Os partidos políticos, isolados da sociedade, não têm como apresentar uma resposta satisfatória. Até porque, com “quase 30 partidos atuando no Congresso”, joga-se mais em nome de interesses de grupos e pessoais do que do país. “O polo progressista, radicalmente democrático, popular e íntegro precisa se ‘fulanizar’ numa candidatura que em 2018 encarne a esperança. As dicotomias em curso já não preenchem as aspirações das pessoas: elas não querem o autoritarismo estatista nem o fundamentalismo de mercado. Desejam um governo que faça a máquina burocrática funcionar, com políticas públicas que atendam às demandas das pessoas. Um governo que seja inclusivo, quer dizer, que mantenha e expanda as políticas redutoras da pobreza e da desigualdade (educação pública de maior qualidade, impostos menos regressivos); que seja fiscalmente responsável, atento às finanças públicas, e ao mesmo tempo entenda que precisamos de maior produtividade e mais investimento público e privado, pois sem crescimento da economia não haverá recuperação das finanças públicas e do bem-estar do povo.” Há, aí, um programa de governo e, corolariamente, de país.

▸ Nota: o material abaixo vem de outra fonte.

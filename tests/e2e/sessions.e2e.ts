import http from "node:http";
import { describe, expect, it } from "vitest";
import { inject } from "vitest";
import { DEMO_USERS } from "@/scripts/seed/seed-demo";

/**
 * A plain HTTP client against the built app: no browser, only the cookies a script would keep. This is how a
 * stolen or saved cookie would be replayed, and how a guessing script would send its tries.
 */
const base = () => inject("baseURL");

function cookiesOf(res: Response, jar: Map<string, string>): void {
  for (const line of res.headers.getSetCookie()) {
    const [pair] = line.split(";");
    const eq = pair.indexOf("=");
    const value = pair.slice(eq + 1);
    if (value === "" || /max-age=0|expires=thu, 01 jan 1970/i.test(line)) jar.delete(pair.slice(0, eq));
    else jar.set(pair.slice(0, eq), value);
  }
}
const header = (jar: Map<string, string>) => [...jar].map(([k, v]) => `${k}=${v}`).join("; ");

async function authPost(
  jar: Map<string, string>,
  path: string,
  fields: Record<string, string>,
  headers: Record<string, string> = {},
) {
  const csrf = await fetch(`${base()}/api/auth/csrf`, { headers: { cookie: header(jar) } });
  cookiesOf(csrf, jar);
  const { csrfToken } = (await csrf.json()) as { csrfToken: string };
  const res = await fetch(`${base()}/api/auth/${path}`, {
    method: "POST",
    redirect: "manual",
    headers: { "content-type": "application/x-www-form-urlencoded", cookie: header(jar), ...headers },
    body: new URLSearchParams({ csrfToken, ...fields }).toString(),
  });
  cookiesOf(res, jar);
  return res;
}

const get = (path: string, cookie: string) => fetch(`${base()}${path}`, { headers: { cookie }, redirect: "manual" });

describe("sessions, sign-in limits and caught mail over plain HTTP", () => {
  it("refuses a session cookie saved before signing out", async () => {
    const user = DEMO_USERS.find((u) => u.role === "specialist")!;
    const jar = new Map<string, string>();
    const signedIn = await authPost(jar, "callback/credentials", {
      email: user.email,
      password: user.password,
      callbackUrl: `${base()}/sites`,
    });
    expect(signedIn.status).toBe(302);
    const saved = [...jar]
      .filter(([k]) => k.includes("session-token"))
      .map(([k, v]) => `${k}=${v}`)
      .join("; ");
    expect(saved).not.toBe("");
    expect((await get("/api/sites", saved)).status).toBe(200);

    await authPost(jar, "signout", { callbackUrl: `${base()}/sign-in` });
    expect((await get("/api/sites", saved)).status).toBe(401);
    const page = await get("/sites", saved);
    expect(page.status).toBeGreaterThanOrEqual(300);
    expect(page.headers.get("location") ?? "").toMatch(/\/sign-in/);
  });

  it("answers guesses sent at once with 429 and Retry-After, and a forged address header gets no fresh tries", async () => {
    const email = `nobody.${Date.now()}@example.org`;
    const answers = await Promise.all(
      Array.from({ length: 8 }, (_, k) =>
        authPost(new Map(), "callback/credentials", { email, password: `guess-${k}` }),
      ),
    );
    const refused = answers.filter((r) => r.status === 429);
    expect(refused).toHaveLength(3);
    for (const r of refused) expect(Number(r.headers.get("retry-after"))).toBeGreaterThan(0);
    const forged = await authPost(
      new Map(),
      "callback/credentials",
      { email, password: "guess-9" },
      { "x-forwarded-for": "198.51.100.77", "x-loamwork-peer": "198.51.100.78" },
    );
    expect(forged.status).toBe(429);
  });

  it("counts tries by the address that connected: another local address is not refused, a forged header is", async () => {
    const email = `target.${Date.now()}@example.org`;
    for (let k = 0; k < 6; k++) await authPost(new Map(), "callback/credentials", { email, password: `guess-${k}` });
    expect(
      (
        await authPost(
          new Map(),
          "callback/credentials",
          { email, password: "guess-6" },
          { "x-loamwork-peer": "127.0.0.2" },
        )
      ).status,
    ).toBe(429);
    // The same try from 127.0.0.2, another loopback address of this machine, is checked (a redirect, not 429).
    const jar = new Map<string, string>();
    const csrf = await fetch(`${base()}/api/auth/csrf`);
    cookiesOf(csrf, jar);
    const { csrfToken } = (await csrf.json()) as { csrfToken: string };
    const port = new URL(base()).port;
    const status = await new Promise<number>((resolve, reject) => {
      const body = new URLSearchParams({ csrfToken, email, password: "guess-7" }).toString();
      const req = http.request(
        {
          host: "127.0.0.1",
          port,
          localAddress: "127.0.0.2",
          method: "POST",
          path: "/api/auth/callback/credentials",
          headers: {
            host: `localhost:${port}`,
            "content-type": "application/x-www-form-urlencoded",
            cookie: header(jar),
            "content-length": Buffer.byteLength(body),
          },
        },
        (res) => {
          res.resume();
          resolve(res.statusCode ?? 0);
        },
      );
      req.on("error", reject);
      req.end(body);
    });
    expect(status).toBe(302);
  });

  it("keeps the caught mail, with its reset links, from signed-out visitors and shows it to a signed-in one", async () => {
    const user = DEMO_USERS.find((u) => u.role === "digger")!;
    const asked = await fetch(`${base()}/api/auth-extra/password-reset/request`, {
      method: "POST",
      headers: { "content-type": "application/json" },
      body: JSON.stringify({ email: user.email }),
    });
    expect(asked.status).toBe(200);

    const out = await get("/dev/mail", "");
    expect(out.status).toBe(307);
    expect(out.headers.get("location") ?? "").toMatch(/\/sign-in/);
    expect(await out.text()).not.toContain("/reset-password/");

    const jar = new Map<string, string>();
    expect(
      (
        await authPost(jar, "callback/credentials", {
          email: user.email,
          password: user.password,
          callbackUrl: `${base()}/sites`,
        })
      ).status,
    ).toBe(302);
    let body = "";
    for (let i = 0; i < 50 && !body.includes("/reset-password/"); i++) {
      const page = await get("/dev/mail", header(jar));
      expect(page.status).toBe(200);
      body = await page.text();
      if (!body.includes("/reset-password/")) await new Promise((r) => setTimeout(r, 200));
    }
    expect(body).toContain("/reset-password/");
  });
});
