/**
 * A finds specialist in the Patterns workspace: picks a scope, runs, watches progress, reads the verdict
 * and sees the plot; the run survives a reload; a run can be cancelled; a digger reads but cannot run.
 * Fewer simulations than the default (99) keep the test short; FLK's clustering and SHD's randomness in
 * the demo (scripts/seed/seed-demo.ts) are decided at that number too (see tests/integration/patterns-verdicts).
 */
import { readFile } from "node:fs/promises";
import { afterAll, beforeAll, describe, expect, it } from "vitest";
import type { Browser, Page } from "playwright-core";
import { newPage, openBrowser, shown, signIn } from "./support/browser";

let browser: Browser;
beforeAll(async () => {
  browser = await openBrowser();
});
afterAll(async () => {
  await browser?.close();
});

async function openPatterns(page: Page) {
  await page.getByRole("listitem").filter({ hasText: "Whinnydale Holm" }).getByRole("link").first().click();
  await page.waitForURL(/\/sites\/[0-9a-f-]{36}$/);
  await page.getByRole("navigation", { name: "Site sections" }).getByRole("link", { name: "Patterns" }).click();
  await shown(page.getByRole("heading", { level: 1, name: "Patterns" }));
}

async function chooseScope(page: Page, classes: string[]) {
  await page.getByRole("checkbox", { name: /^1005/ }).check();
  for (const c of classes) await page.getByRole("checkbox", { name: new RegExp(`${c}`) }).check();
  await shown(page.getByTestId(`n-${classes[0]}`).filter({ hasText: "n =" }), 30_000);
}

describe("Patterns workspace", () => {
  it("a specialist runs Besag's L on FLK and SHD, watches progress, reads the verdicts and sees the plot", async () => {
    const page = await newPage(browser);
    await signIn(page, "specialist");
    await openPatterns(page);
    await chooseScope(page, ["FLK", "SHD"]);
    await expect(page.getByTestId("n-FLK").textContent()).resolves.toBe("n = 150");
    await page.getByRole("checkbox", { name: /Clark–Evans/ }).uncheck();
    await page.getByLabel("Global test").selectOption("mad");
    await page.getByLabel("Simulations").fill("99");
    await page.getByLabel(/^Seed/).fill("2026");
    await page.getByRole("button", { name: "Run tests" }).click();
    const result = page.getByTestId("run-result");
    // 99 simulations may end before the first progress event arrives: then the result is what shows.
    // (The next test watches a long run's progress bar.)
    await shown(page.getByRole("progressbar", { name: "Simulations done" }).or(result));
    await shown(result, 60_000);
    const card = (code: string) => page.getByRole("article", { name: `Besag's L under CSR for ${code}` });
    await expect(card("FLK").locator("[data-verdict]").textContent()).resolves.toBe("Clustered");
    await expect(card("SHD").locator("[data-verdict]").textContent()).resolves.toBe("No evidence against the null");
    await expect(card("FLK").textContent()).resolves.toContain("seed 2026");
    const plot = page.getByRole("figure", { name: "L(r) − r, FLK" });
    await shown(plot.locator("svg.recharts-surface path.recharts-curve").first());
    await shown(page.getByText(/Equifinality/));
    // The figure and its curves can be taken away: CSV of the curves, SVG of the drawing.
    const save = async (button: string) => {
      const [download] = await Promise.all([
        page.waitForEvent("download"),
        plot.getByRole("button", { name: button }).click(),
      ]);
      return { name: download.suggestedFilename(), text: await readFile((await download.path())!, "utf8") };
    };
    const csv = await save("CSV");
    expect(csv.name).toBe("l-minus-r-FLK.csv");
    expect(csv.text.split(/\r?\n/)[0]).toBe("r,observed,band_lo,band_hi,null_curve");
    const svg = await save("SVG");
    expect(svg.name).toBe("l-minus-r-FLK.svg");
    expect(svg.text.startsWith("<svg")).toBe(true);
    await page.screenshot({ path: "test-results/patterns-result.png", fullPage: true });
    // The run is saved: a reload of the same address shows it again.
    await page.reload();
    await shown(page.getByTestId("run-result"), 30_000);
    await expect(card("FLK").locator("[data-verdict]").textContent()).resolves.toBe("Clustered");
    await page.context().close();
  });

  it("a specialist watches a long run's progress, reloads the page, finds it still running, and cancels it", async () => {
    const page = await newPage(browser);
    await signIn(page, "specialist");
    await openPatterns(page);
    // L, Clark–Evans and pair correlation on four classes, 9999 simulations each: several seconds.
    await chooseScope(page, ["FLK", "SHD", "FCR", "CHP"]);
    await page.getByRole("checkbox", { name: /Pair correlation/ }).check();
    await page.getByLabel("Simulations").fill("9999");
    await page.getByRole("button", { name: "Run tests" }).click();
    const bar = page.getByRole("progressbar", { name: "Simulations done" });
    const percent = async () => Number(await bar.getAttribute("aria-valuenow"));
    await page.waitForFunction(
      () => Number(document.querySelector('[role="progressbar"]')?.getAttribute("aria-valuenow")) > 0,
      undefined,
      { timeout: 30_000 },
    );
    await shown(page.getByText(/% · (about \d+ (s|min)|under a second) left/));
    const before = await percent();
    // The run goes on on the server; the page, reloaded, picks it up where it has got to.
    await page.reload();
    await shown(bar, 30_000);
    await page.waitForFunction(
      (p) => Number(document.querySelector('[role="progressbar"]')?.getAttribute("aria-valuenow")) > p,
      before,
      { timeout: 30_000 },
    );
    await page.getByRole("button", { name: "Cancel run" }).click();
    await shown(page.getByText("This run was cancelled"), 30_000);
    await shown(page.getByRole("table", { name: "Saved runs" }).getByText("cancelled"));
    await page.context().close();
  });

  it("a digger reads the saved runs but has no run button", async () => {
    const page = await newPage(browser);
    await signIn(page, "digger");
    await openPatterns(page);
    await shown(page.getByText(/running tests needs the finds specialist or director role/));
    expect(await page.getByRole("button", { name: "Run tests" }).count()).toBe(0);
    await shown(page.getByRole("table", { name: "Saved runs" }).getByText("done").first());
    await page.context().close();
  });
});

Políticos personalistas, como Lula da Silva e Ciro Gomes, que tendem a reduzir a importância das instituições, não são adequados para aplicar o que está proposto no parágrafo anterior. Fernando Henrique menciona apenas o petista-chefe, mas há outros parecidos.

No fecho do artigo, Fernando Henrique conclui que “é hora de sonhar com 2018 e deixar de lado o desânimo. Preparemos o futuro juntando pessoas, lideranças e movimentos políticos num congraçamento cívico que balance a modorra dos partidos e devolva a convicção e esperança à política”. Difícil discordar do sociólogo que governou o Brasil durante oito anos e foi decisivo tanto para garantir a estabilidade econômica, com o Plano Real (ainda no governo de Itamar Franco), quanto a estabilidade política.